The buckos we were bringing along would be as worked up as we were, lowing and bellowing every step of the way. When one bunch of animals heard another coming along, the craic really got good!
Trying to separate them was more an art than a science and, God knows, there was more action and commitment in evidence, from bullocks and herders, alike than you'd ever see from the Mayo football team.
Sometimes, the kids would be so excited that they'd aim an odd skelp of a stout ash plant at each other. I'm sure the same Mayo team would have picked up a few Sam Maguires along the line if it wasn't for emigration. Believe me; all the young fellas of our locality could run, jump and eff better than any one I've seen in the green and red then or since.
For all of that, we might get two bob and a bottle of lemonade if the day went well and if it didn't, we had to walk the unsold ones back home again.
By mutual consent, as we were all shagged out, bullocks and kids would walk along without any theatricals.
If they were the good ol' days, I'd hate to recall the bad ones. ;)
Title: Re: Classic Threads from other Boards...
Post by: the Deel Rover on September 24, 2008, 03:01:23 PM
thats a hiliarous thread allright hardy lol a few times getting some strange looks at the moment  :D :D

Originally posted by DavidO'Carlo/Wex:
Got the missus to be a box of chocs  (in a heart-shape naturally, 7.99-aprox. in Tescos Clondalkin....think they're called Milka Pralines & yes I want to milk her' pralines! )  plus an 18.99 double-box of Christina Aguilera Eau De Parfum & Shower-Gel in the local pharmacy. All I've to do now is learn how to write "Happy Valentines' Day". In Polish. & get her to understand English. Gonna be plucking up the courage all-day Thursday. Might even have a snifter at lunch for a bit of Dutch Gold.

                                   ************************************************************
Is this the Polish woman who already has a boyfriend and you work with both of them? What is it about you and your stalking tendancies. didnt you go after another one for ages and kept texting and ringing her when she asked you to leave her alone? You want to take the casual approach to women lad, dont be going hell for leather trying to get them.

Valentines day is a load of crap tho to be honest. Why do you need one particular day of the year to be told that you love someone. If you are being forced to be nice and please someone on one particular day, then whats the point?

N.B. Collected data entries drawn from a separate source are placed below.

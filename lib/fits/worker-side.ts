import "server-only";
import { and, eq, inArray } from "drizzle-orm";
import { db } from "@/db/client";
import { fitRuns, type FitRun } from "@/db/schema";
import { decideRevise } from "@/board/rules";
import { getLatestRevision, getUserRoles, lockProposal } from "@/board/queries";
import { parseDocument } from "@/board/revision-facts";
import type { PreparedRevision } from "@/board/revision-intake";
import { appendRevision } from "@/board/service";
import { recordAudit } from "@/lib/audit";
import { AppError } from "@/lib/errors";
import { loadFitContext, type FitContext } from "./context";
import { fitStillApplies } from "./apply-onto";
import { notifyFitFinished } from "./notify-finished";
import { prepareFitRevision } from "./fit-revision";
import { fitRevisionNote, statusOfOutcome, undeterminedNames, type CostPoint, type FitOutcome } from "./record";

/* The worker's side of a fit run, its end: the outcome stored (and saved as a revision when it may be), or failure.
   No permission checks here: the run was authorised when it was started. Claims and heartbeats: attempt.ts. */

export function loadRunContext(run: FitRun): Promise<FitContext> {
  return loadFitContext(db, run.proposalId, run.referenceSetId, run.baseRevisionId);
}

const NOT_SAVED: Record<FitOutcome["status"], string> = {
  converged: "",
  "not converged": "The fit did not converge, so its best point was not saved as a revision. Save it by hand if it is good enough.",
  cancelled: "The fit was cancelled; its best point so far can be saved as a revision by hand.",
};

/**
 * Stores the outcome and, for a converged fit that is not a re-run, saves it as the next revision — but only when
 * nobody saved another revision meanwhile and the author may still revise. Otherwise the note says why not, and the
 * author may save it by hand (nothing is overwritten silently).
 */
export async function finishFit(run: FitRun, ctx: FitContext, outcome: FitOutcome, history: CostPoint[]): Promise<void> {
  // The revision it would become is computed before the locks (on an engine thread); used only if still applicable.
  const saveable = !run.rerunOf && outcome.status === "converged" && outcome.values.some((v, i) => v !== outcome.start[i]) && undeterminedNames(outcome).length === 0;
  let prepared: PreparedRevision | null = null;
  let notPrepared: string | null = null;
  if (saveable) {
    try {
      prepared = await prepareFitRevision(ctx, run, ctx.document, outcome);
    } catch (err) {
      if (!(err instanceof AppError)) throw err;
      notPrepared = `Not saved as a revision: ${err.message}`;
    }
  }
  await db.transaction(async (tx) => {
    const [current] = await tx.select().from(fitRuns).where(eq(fitRuns.id, run.id)).for("update");
    if (!current || current.status !== "running" || current.attempts !== run.attempts) return;
    let applyNote: string | null = NOT_SAVED[outcome.status] || null;
    let resultRevisionId: string | null = null;
    const unpinned = undeterminedNames(outcome);
    if (run.rerunOf) applyNote = "A re-run checks that the stored fit reproduces; it is not saved as a revision.";
    else if (outcome.status === "converged" && outcome.values.every((v, i) => v === outcome.start[i])) {
      applyNote = "The fit moved no value from its start (it was already at the best point), so there is nothing to save.";
    } else if (outcome.status === "converged" && unpinned.length > 0) {
      applyNote = `Not saved automatically: the reference does not determine ${unpinned.join(", ")} (no usable uncertainty). Fix ${unpinned.length === 1 ? "it" : "them"} and fit again, or save by hand if you accept that.`;
    } else if (outcome.status === "converged") {
      const proposal = await lockProposal(tx, run.proposalId);
      const latest = await getLatestRevision(tx, run.proposalId);
      const starter = await getUserRoles(tx, run.startedBy);
      if (!proposal || !starter) applyNote = "The proposal or its author no longer exists.";
      else if (!starter.active) applyNote = "Not saved as a revision: the account that started this fit has been deactivated.";
      else if (latest?.id !== run.baseRevisionId) {
        const later = latest ? parseDocument(latest.document) : null;
        const keeps = later?.ok === true && fitStillApplies(ctx.document, later.doc, outcome);
        applyNote = `Revision ${latest?.number} was saved while this fit ran (it started from revision ${ctx.revision.number}), so the result was not saved over it. ${
          keeps
            ? `Save it by hand to make it the next revision (revision ${latest?.number}'s other changes are kept).`
            : `Revision ${latest?.number} also changed parameters this fit kept fixed: start a new refit from it.`
        }`;
      } else {
        const decision = decideRevise(starter, proposal);
        if (!decision.allowed) applyNote = `Not saved as a revision: ${decision.reasons.join(" ")}`;
        else if (prepared) {
          try {
            const saved = await tx.transaction((sp) => appendRevision(sp, starter, proposal, prepared, fitRevisionNote(outcome, ctx.reference.name, run.id), { fit: run.id }));
            resultRevisionId = saved.revisionId;
          } catch (err) {
            if (!(err instanceof AppError)) throw err;
            applyNote = `Not saved as a revision: ${err.message}`;
          }
        } else applyNote = notPrepared;
      }
    }
    await tx
      .update(fitRuns)
      .set({
        status: statusOfOutcome(outcome),
        outcome,
        costHistory: history,
        iteration: outcome.iterations,
        cost: outcome.cost,
        elapsedMs: Math.round(outcome.elapsedMs),
        progressAt: new Date(),
        finishedAt: new Date(),
        resultRevisionId,
        applyNote,
        checkpoint: null,
      })
      .where(eq(fitRuns.id, run.id));
    await recordAudit(tx, {
      actorId: null,
      action: "fit.finished",
      subjectType: "proposal",
      subjectId: run.proposalId,
      after: { fit: run.id, status: outcome.status, rms: outcome.rms, iterations: outcome.iterations, savedAsRevision: Boolean(resultRevisionId) },
    });
  });
  await notifyFitFinished(run.id);
}

export async function failFit(fitId: string, reason: string): Promise<void> {
  await db.transaction(async (tx) => {
    const [run] = await tx
      .update(fitRuns)
      .set({ status: "failed", failureReason: reason, finishedAt: new Date() })
      .where(and(eq(fitRuns.id, fitId), inArray(fitRuns.status, ["queued", "running"])))
      .returning({ proposalId: fitRuns.proposalId });
    if (run) await recordAudit(tx, { actorId: null, action: "fit.failed", subjectType: "proposal", subjectId: run.proposalId, after: { fit: fitId, reason } });
  });
  await notifyFitFinished(fitId);
}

Rip off day where shops, florists and hallmark make a sh!tload of money. Better off doing it sporadically on different times of the year, makes it more
Title: Re: Classic Threads from other Boards...

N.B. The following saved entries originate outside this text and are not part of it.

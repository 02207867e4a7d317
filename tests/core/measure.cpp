// Tests for heldout/core/measure.hpp: the measure concept, directions, and evaluate().
#include <heldout/core/measure.hpp>
#include <heldout/measure/mean_loss.hpp>

#include <doctest/doctest.h>

#include <string>
#include <vector>

namespace {
// A user's own measure: the share of predictions within 0.5 of the truth.
struct within_half {
    static constexpr heldout::direction better = heldout::direction::higher_is_better;
    static constexpr heldout::prediction_kind kind = heldout::prediction_kind::real;
    std::string name() const { return "within 0.5"; }
    struct acc {
        double hits = 0, n = 0;
        template <heldout::value_range T, heldout::real_range P>
        void add(const T& t, const P& p) {
            auto a = heldout::values_of(t), b = heldout::values_of(p);
            for (std::size_t i = 0; i < a.size(); ++i) {
                hits += std::abs(double(a[i]) - double(b[i])) <= 0.5 ? 1 : 0;
                n += 1;
            }
        }
        void merge(const acc& o) { hits += o.hits, n += o.n; }
        double value() const {
            if (n == 0)
                heldout::detail::fail_undefined("measure within 0.5", "no observations");
            return hits / n;
        }
        void reset() { hits = n = 0; }
    };
    acc accumulator() const { return {}; }
};
} // namespace

TEST_SUITE("core/measure") {
    TEST_CASE("better() follows the direction") {
        CHECK(heldout::better(heldout::direction::lower_is_better, 0.1, 0.2));
        CHECK_FALSE(heldout::better(heldout::direction::lower_is_better, 0.2, 0.1));
        CHECK(heldout::better(heldout::direction::higher_is_better, 0.9, 0.8));
        CHECK_FALSE(heldout::better(heldout::direction::higher_is_better, 0.8, 0.8));
    }
    TEST_CASE("prediction kinds have readable names") {
        CHECK(heldout::to_string(heldout::prediction_kind::label) == "class label");
        CHECK(heldout::to_string(heldout::prediction_kind::class_probabilities) == "class-probability rows");
    }
    TEST_CASE("a user's own measure satisfies the concept and works with evaluate()") {
        static_assert(heldout::outer_measure<within_half>);
        static_assert(heldout::accumulator<within_half::acc>);
        const std::vector<double> y{1.0, 2.0, 3.0, 4.0};
        const std::vector<double> f{1.2, 2.9, 3.5, 4.0}; // hits: 0.2 yes, 0.9 no, 0.5 yes, 0 yes -> 3/4
        CHECK(heldout::evaluate(within_half{}, y, f) == 0.75);
    }
    TEST_CASE("the scores concept tells which pairings compile") {
        static_assert(heldout::scores<heldout::measure::mse, std::vector<double>, std::vector<double>>);
        static_assert(!heldout::scores<heldout::measure::mse, std::vector<double>, std::vector<int>>);
        static_assert(heldout::scores_weighted<heldout::measure::mse, std::vector<double>, std::vector<float>,
                                               std::vector<double>>);
        CHECK(std::is_same_v<heldout::accumulator_t<heldout::measure::mse>,
                             heldout::measure::mean_loss_accumulator<heldout::loss::squared>>);
    }
}
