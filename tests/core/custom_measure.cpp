// The custom-measure example (examples/custom_measure.hpp) works wherever heldout takes a
// measure: evaluate, weights of any scale, the aggregator and its intervals, compare,
// identity by parameters, serialisation and evaluate_parallel. Expected values are worked
// by hand from the definition (share of rows with |y - f| > tolerance).
#include "../../examples/custom_measure.hpp"

#include <doctest/doctest.h>

#include <cmath>
#include <optional>
#include <span>
#include <vector>

TEST_SUITE("core/custom_measure") {
    using namespace heldout;

    const std::vector<double> y{1.0, 2.0, 3.0, 4.0, 5.0, 6.0, 7.0, 8.0};
    const std::vector<double> f{1.5, 2.0, 1.0, 4.9, 5.0, 9.0, 7.1, 8.0}; // misses at tolerance 0.8: rows 2, 3, 5

    TEST_CASE("evaluate, weights of any scale, bad parameters") {
        const miss_rate m{miss{.tolerance = 0.8}};
        CHECK(evaluate(m, y, f) == doctest::Approx(3.0 / 8.0));
        CHECK(evaluate(miss_rate{miss{.tolerance = 0.4}}, y, f) == doctest::Approx(4.0 / 8.0)); // row 0 too
        const std::vector<double> w{1, 1, 2, 1, 1, 3, 1, 1};
        CHECK(evaluate(m, y, f, w) == doctest::Approx((2.0 + 1.0 + 3.0) / 11.0));
        for (const double c : {1e-300, 1e-150, 1e150, 1e300}) {
            std::vector<double> wc(w);
            for (double& x : wc)
                x *= c;
            CHECK(evaluate(m, y, f, wc) == doctest::Approx((2.0 + 1.0 + 3.0) / 11.0).epsilon(1e-13));
        }
        CHECK(m.name().find("tolerance 0.8") != std::string::npos);
        CHECK_THROWS_AS(evaluate(miss_rate{miss{.tolerance = -1.0}}, y, f), input_error);
    }

    TEST_CASE("aggregator, identity by parameters, compare") {
        const miss_rate tight{miss{.tolerance = 0.4}}, loose{miss{.tolerance = 0.8}};
        const std::size_t n = y.size();
        auto predict = [&](const std::vector<double>& p) {
            return [&p](std::span<const std::size_t>, std::span<const std::size_t> test) {
                std::vector<double> out;
                for (const std::size_t i : test)
                    out.push_back(p[i]);
                return out;
            };
        };
        const auto plan = kfold{.folds = 4, .seed = 3};
        const auto a = evaluate_splits(plan.splits(n), y, predict(f), tight, loose);
        const auto b = evaluate_splits(plan.splits(n), y, predict(y), tight, loose); // a perfect model
        // 4 folds of 2 rows each: the mean of the split values equals the pooled share.
        CHECK(a.estimate(loose).value == doctest::Approx(3.0 / 8.0));
        CHECK(a.estimate(tight).value == doctest::Approx(4.0 / 8.0));
        for (const auto& v : b.split_values(loose)) // every split of the perfect model: 0
            CHECK(v.value == std::optional<double>(0.0));
        // Same type, other parameter: not tracked, refused with the tracked ones listed.
        CHECK_THROWS_AS((void)a.estimate(miss_rate{miss{.tolerance = 0.6}}), input_error);
        const comparison c = compare(a, b, loose);
        CHECK(c.difference == doctest::Approx(3.0 / 8.0));
    }

    TEST_CASE("state as bytes keeps the tolerance; evaluate_parallel") {
        const miss_rate m{miss{.tolerance = 0.8}};
        auto acc = m.accumulator();
        acc.add(y, f);
        const auto bytes = serialize(acc);
        CHECK(deserialize(bytes, m).value() == doctest::Approx(3.0 / 8.0));
        CHECK_THROWS_AS((void)deserialize(bytes, miss_rate{miss{.tolerance = 0.4}}), input_error);
        CHECK(evaluate_parallel(m, y, f, {.threads = 2}) == doctest::Approx(3.0 / 8.0));
    }
}
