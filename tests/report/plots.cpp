// Tests for heldout/report/plots.hpp: reliability bins, the four plots, CD groups.
// Well-formedness is checked by the small XML parser in tests/report/xml_check.hpp.
#include <heldout/measure/average_precision.hpp>
#include <heldout/measure/roc_points.hpp>
#include <heldout/report/plots.hpp>

#include "report/xml_check.hpp"

#include "support/text.hpp"
#include <doctest/doctest.h>

#include <array>
#include <cstdint>
#include <limits>
#include <random>
#include <string>
#include <vector>

using namespace heldout::report;
using heldout_test::xml_problem;

namespace {
using heldout_test::count_of;
} // namespace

Post by: The Real Laoislad on October 05, 2008, 08:49:24 PM
I posted this before but here it is again for anyone who didn't see it..
This is a thread about a user of a Liverpool Fc forum that i am a member of.His name is Drummerphil and is dying.

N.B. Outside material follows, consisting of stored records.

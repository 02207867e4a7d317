// Tests for heldout/core/split.hpp: the split view and its owning copy.
#include <heldout/core/split.hpp>

#include <doctest/doctest.h>

#include <vector>

TEST_SUITE("core/split") {
    TEST_CASE("owned_split copies a split and views it back") {
        std::vector<std::size_t> train{0, 2, 2, 3}, test{1, 4};
        std::vector<std::uint32_t> counts{1, 0, 2, 1, 0};
        const heldout::split s{train, test, 1, 2, 7, counts};
        heldout::owned_split o(s);
        train[0] = 99; // the copy does not alias the source buffers
        const heldout::split v = o.view();
        CHECK(v.train.size() == 4);
        CHECK(v.train[0] == 0);
        CHECK(v.test[1] == 4);
        CHECK(v.repeat == 1);
        CHECK(v.fold == 2);
        CHECK(v.index == 7);
        CHECK(v.counts.size() == 5);
        CHECK(v.counts[2] == 2);
    }
    TEST_CASE("a default split is empty and carries no counts") {
        const heldout::split s{};
        CHECK(s.train.empty());
        CHECK(s.test.empty());
        CHECK(s.counts.empty());
    }
}
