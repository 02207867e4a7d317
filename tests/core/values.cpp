// Tests for heldout/core/values.hpp: contiguous inputs without copies, Eigen included.
#include <heldout/core/values.hpp>

#include <Eigen/Dense>
#include <doctest/doctest.h>

#include <array>
#include <cmath>
#include <cstdint>
#include <limits>
#include <span>
#include <vector>

TEST_SUITE("core/values") {
    TEST_CASE("vectors, spans, arrays and Eigen vectors are viewed in place") {
        std::vector<double> v{1, 2, 3};
        CHECK(heldout::values_of(v).data() == v.data());
        std::span<const double> s(v);
        CHECK(heldout::values_of(s).data() == v.data());
        std::array<float, 2> a{1.f, 2.f};
        CHECK(heldout::values_of(a).size() == 2);
        Eigen::VectorXd e(4);
        e << 1, 2, 3, 4;
        CHECK(heldout::values_of(e).data() == e.data());
        Eigen::VectorXf ef(3);
        CHECK(heldout::values_of(ef).size() == 3);
        Eigen::RowVectorXd r(2);
        CHECK(heldout::values_of(r).size() == 2);
    }
    TEST_CASE("concepts tell labels from real values by element type") {
        CHECK(heldout::label_range<std::vector<int>>);
        CHECK(heldout::label_range<std::vector<std::uint8_t>>);
        CHECK(heldout::label_range<std::vector<bool>> == false); // std::vector<bool> is not contiguous
        CHECK(heldout::label_range<std::array<bool, 3>>);
        CHECK(heldout::real_range<std::vector<float>>);
        CHECK(heldout::real_range<Eigen::VectorXd>);
        CHECK_FALSE(heldout::real_range<std::vector<int>>);
        CHECK_FALSE(heldout::label_range<std::vector<double>>);
        CHECK(heldout::probability_rows<Eigen::MatrixXd>);
        CHECK_FALSE(heldout::probability_rows<Eigen::VectorXd>);
    }
    TEST_CASE("a strided Eigen view is refused with a clear message") {
        Eigen::MatrixXd m = Eigen::MatrixXd::Zero(3, 3);
        auto row = m.row(1); // inner stride 3 in a column-major matrix
        CHECK_THROWS_WITH_AS(heldout::values_of(row, "f", "x"),
                             "f: argument 'x': Eigen vector with inner stride != 1; pass a contiguous copy",
                             heldout::input_error);
    }
    TEST_CASE("rows views column-major and row-major matrices alike") {
        Eigen::MatrixXd cm(2, 3);
        cm << 0.1, 0.2, 0.7, 0.3, 0.3, 0.4;
        Eigen::Matrix<double, Eigen::Dynamic, Eigen::Dynamic, Eigen::RowMajor> rm = cm;
        auto a = heldout::rows_of(cm);
        auto b = heldout::rows_of(rm);
        for (std::size_t i = 0; i < 2; ++i)
            for (std::size_t j = 0; j < 3; ++j) {
                CHECK(a(i, j) == cm(Eigen::Index(i), Eigen::Index(j)));
                CHECK(b(i, j) == cm(Eigen::Index(i), Eigen::Index(j)));
            }
        std::vector<double> flat{0.1, 0.2, 0.7, 0.3, 0.3, 0.4};
        auto c = heldout::rows(flat, 3);
        CHECK(c.rows == 2);
        CHECK(c(1, 2) == 0.4);
        CHECK_THROWS_AS(heldout::rows(flat, 4), heldout::input_error);
    }
    TEST_CASE("scores become labels only through an explicit threshold") {
        std::vector<double> s{0.2, 0.5, 0.7};
        CHECK(heldout::labels_at(s, 0.5) == std::vector<std::uint8_t>{0, 1, 1});
        // A non-finite threshold is refused: NaN made every label 0 without a word.
        CHECK_THROWS_WITH_AS(heldout::labels_at(s, std::nan("")),
                             "heldout::labels_at: argument 'threshold': not finite (nan)", heldout::input_error);
        CHECK_THROWS_WITH_AS(heldout::labels_at(s, std::numeric_limits<double>::infinity()),
                             "heldout::labels_at: argument 'threshold': not finite (inf)", heldout::input_error);
        CHECK_THROWS_WITH_AS(heldout::labels_at(s, -std::numeric_limits<double>::infinity()),
                             "heldout::labels_at: argument 'threshold': not finite (inf)", heldout::input_error);
    }
}
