// Tests for heldout/version.hpp and heldout/core/config.hpp: version macros, the inline
// versioned namespace, and the umbrella headers.
#include <heldout/core/config.hpp>
#include <heldout/heldout.hpp>
#include <heldout/measure.hpp>
#include <heldout/report.hpp>
#include <heldout/stream.hpp>
#include <heldout/version.hpp>

#include <doctest/doctest.h>

#include <type_traits>

TEST_SUITE("core/version") {
    TEST_CASE("the version macros agree with each other") {
        CHECK(HELDOUT_VERSION == HELDOUT_VERSION_MAJOR * 10000 + HELDOUT_VERSION_MINOR * 100 + HELDOUT_VERSION_PATCH);
        CHECK(HELDOUT_VERSION_MAJOR == 0);
        CHECK(HELDOUT_VERSION_MINOR == 1);
    }
    TEST_CASE("public names live in the inline namespace v0") {
        CHECK(std::is_same_v<heldout::input_error, heldout::v0::input_error>);
        CHECK(std::is_same_v<heldout::measure::mse, heldout::v0::measure::mse>);
    }
    TEST_CASE("the umbrella headers bring every group") {
        // one name from each group, all through <heldout/heldout.hpp>
        CHECK(heldout::outer_measure<heldout::measure::auc>);
        CHECK(heldout::outer_measure<heldout::measure::brier_score>);
        CHECK(heldout::kfold{.folds = 3}.splits(9).size() == 3);
        CHECK(heldout::holm_adjust(std::vector<double>{0.01}).size() == 1);
        CHECK(heldout::wilson_interval(0, 10, 0.95).lower == 0.0);
        heldout::early_stopping stop{heldout::direction::lower_is_better};
        CHECK_FALSE(stop.update(1.0));
        CHECK(heldout::report::xml_escape("<a&b>") == "&lt;a&amp;b&gt;");
    }
}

It is amazing to read as he describes nearly day by day what he is going though and also his eternal love for Liverpool FC,It follows his progress and then suddenly you notice no more posts from him and then the confirmation from another poster that he has in fact passed away
If you have an hour it is worth reading through all the posts


http://www.liverpoolfc-newkit.co.uk/cgi-bin/forums/ikonboard.cgi?s=86bb2eac560570758869d355964237ef;act=ST;f=1;t=18072
Title: Re: Classic Threads from other Boards...
Post by: el_cuervo_fc on October 05, 2008, 09:43:34 PM
That's a tragic story.  I was nice that he got to get married before he passed away. 
Title: Re: Classic Threads from other Boards...
Post by: Rav67 on October 06, 2008, 12:27:22 AM
That limousin cattle thread is hilarious, them Munster culchie types have a great way wi words!